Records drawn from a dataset
-----
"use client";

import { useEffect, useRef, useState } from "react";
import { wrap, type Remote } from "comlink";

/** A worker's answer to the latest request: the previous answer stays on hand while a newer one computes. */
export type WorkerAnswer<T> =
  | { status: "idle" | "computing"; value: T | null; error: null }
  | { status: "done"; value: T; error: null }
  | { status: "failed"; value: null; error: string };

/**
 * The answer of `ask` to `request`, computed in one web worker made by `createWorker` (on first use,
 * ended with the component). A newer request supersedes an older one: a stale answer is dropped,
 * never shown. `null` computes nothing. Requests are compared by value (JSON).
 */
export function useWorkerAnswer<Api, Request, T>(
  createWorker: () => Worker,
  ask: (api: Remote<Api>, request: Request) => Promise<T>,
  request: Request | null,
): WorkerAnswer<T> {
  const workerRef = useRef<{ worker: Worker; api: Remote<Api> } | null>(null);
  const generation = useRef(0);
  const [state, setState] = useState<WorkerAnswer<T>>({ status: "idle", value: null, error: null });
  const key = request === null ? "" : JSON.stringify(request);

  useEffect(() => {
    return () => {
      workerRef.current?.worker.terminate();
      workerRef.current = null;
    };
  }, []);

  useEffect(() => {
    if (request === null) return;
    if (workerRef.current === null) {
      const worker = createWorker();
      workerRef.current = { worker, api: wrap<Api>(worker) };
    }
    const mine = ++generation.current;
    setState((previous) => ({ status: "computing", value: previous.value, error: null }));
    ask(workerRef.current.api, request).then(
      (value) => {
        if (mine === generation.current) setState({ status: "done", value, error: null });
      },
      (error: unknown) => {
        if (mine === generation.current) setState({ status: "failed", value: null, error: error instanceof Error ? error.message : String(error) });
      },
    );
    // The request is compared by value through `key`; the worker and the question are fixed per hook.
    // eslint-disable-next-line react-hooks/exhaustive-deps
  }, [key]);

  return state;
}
-----
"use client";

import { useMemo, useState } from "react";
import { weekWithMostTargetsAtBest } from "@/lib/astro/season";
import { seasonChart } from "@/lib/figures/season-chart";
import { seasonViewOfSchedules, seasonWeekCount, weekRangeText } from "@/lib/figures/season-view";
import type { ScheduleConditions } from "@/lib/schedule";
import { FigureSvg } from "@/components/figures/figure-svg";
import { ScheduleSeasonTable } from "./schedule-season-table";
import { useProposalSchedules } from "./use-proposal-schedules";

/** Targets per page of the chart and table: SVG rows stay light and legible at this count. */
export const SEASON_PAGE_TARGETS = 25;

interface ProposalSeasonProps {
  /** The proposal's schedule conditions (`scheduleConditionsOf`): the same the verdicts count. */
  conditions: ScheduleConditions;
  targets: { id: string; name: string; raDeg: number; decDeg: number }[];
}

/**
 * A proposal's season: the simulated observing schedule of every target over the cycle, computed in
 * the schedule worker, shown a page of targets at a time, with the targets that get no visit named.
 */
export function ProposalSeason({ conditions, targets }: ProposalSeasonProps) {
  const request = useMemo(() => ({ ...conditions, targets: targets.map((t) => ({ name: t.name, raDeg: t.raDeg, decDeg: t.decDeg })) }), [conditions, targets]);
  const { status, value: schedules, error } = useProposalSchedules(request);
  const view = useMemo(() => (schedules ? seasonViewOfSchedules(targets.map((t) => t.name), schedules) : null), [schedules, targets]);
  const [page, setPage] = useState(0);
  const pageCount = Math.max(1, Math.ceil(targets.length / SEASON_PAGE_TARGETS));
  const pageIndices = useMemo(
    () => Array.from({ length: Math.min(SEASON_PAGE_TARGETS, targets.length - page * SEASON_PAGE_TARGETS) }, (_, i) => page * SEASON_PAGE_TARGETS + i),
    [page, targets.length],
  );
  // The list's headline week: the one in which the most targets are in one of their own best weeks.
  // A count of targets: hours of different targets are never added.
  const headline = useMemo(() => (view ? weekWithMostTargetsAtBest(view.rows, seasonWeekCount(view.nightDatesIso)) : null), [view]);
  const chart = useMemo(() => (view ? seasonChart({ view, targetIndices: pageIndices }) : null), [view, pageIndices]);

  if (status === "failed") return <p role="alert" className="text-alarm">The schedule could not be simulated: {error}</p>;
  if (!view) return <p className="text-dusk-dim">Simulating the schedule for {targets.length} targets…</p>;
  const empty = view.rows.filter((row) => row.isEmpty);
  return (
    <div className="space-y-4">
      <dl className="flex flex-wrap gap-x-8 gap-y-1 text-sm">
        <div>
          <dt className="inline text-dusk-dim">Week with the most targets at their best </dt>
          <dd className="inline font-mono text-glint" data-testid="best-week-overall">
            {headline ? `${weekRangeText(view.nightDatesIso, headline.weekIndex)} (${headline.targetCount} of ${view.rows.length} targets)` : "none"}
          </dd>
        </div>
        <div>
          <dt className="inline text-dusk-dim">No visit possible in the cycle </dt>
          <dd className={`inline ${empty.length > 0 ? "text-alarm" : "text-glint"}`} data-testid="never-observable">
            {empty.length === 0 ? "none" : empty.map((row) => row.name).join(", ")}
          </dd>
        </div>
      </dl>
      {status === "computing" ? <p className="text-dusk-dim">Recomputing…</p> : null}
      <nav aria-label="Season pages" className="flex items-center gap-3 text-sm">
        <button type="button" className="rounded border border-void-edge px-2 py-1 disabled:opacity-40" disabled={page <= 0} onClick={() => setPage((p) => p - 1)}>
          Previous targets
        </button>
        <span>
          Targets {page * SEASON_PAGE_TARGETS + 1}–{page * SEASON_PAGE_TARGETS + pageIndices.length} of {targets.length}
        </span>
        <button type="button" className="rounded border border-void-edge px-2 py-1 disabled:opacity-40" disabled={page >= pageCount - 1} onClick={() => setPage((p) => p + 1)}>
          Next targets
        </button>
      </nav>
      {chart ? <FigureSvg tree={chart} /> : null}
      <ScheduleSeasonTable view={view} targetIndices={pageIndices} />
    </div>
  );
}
-----
Once the line with "value: schedules, error" is found in the records above, print exactly that line and every line after it through the line with "const [page, setPage] = useState(0);".

  const { status, value: schedules, error } = useProposalSchedules(request);
  const view = useMemo(() => (schedules ? seasonViewOfSchedules(targets.map((t) => t.name), schedules) : null), [schedules, targets]);
  const [page, setPage] = useState(0);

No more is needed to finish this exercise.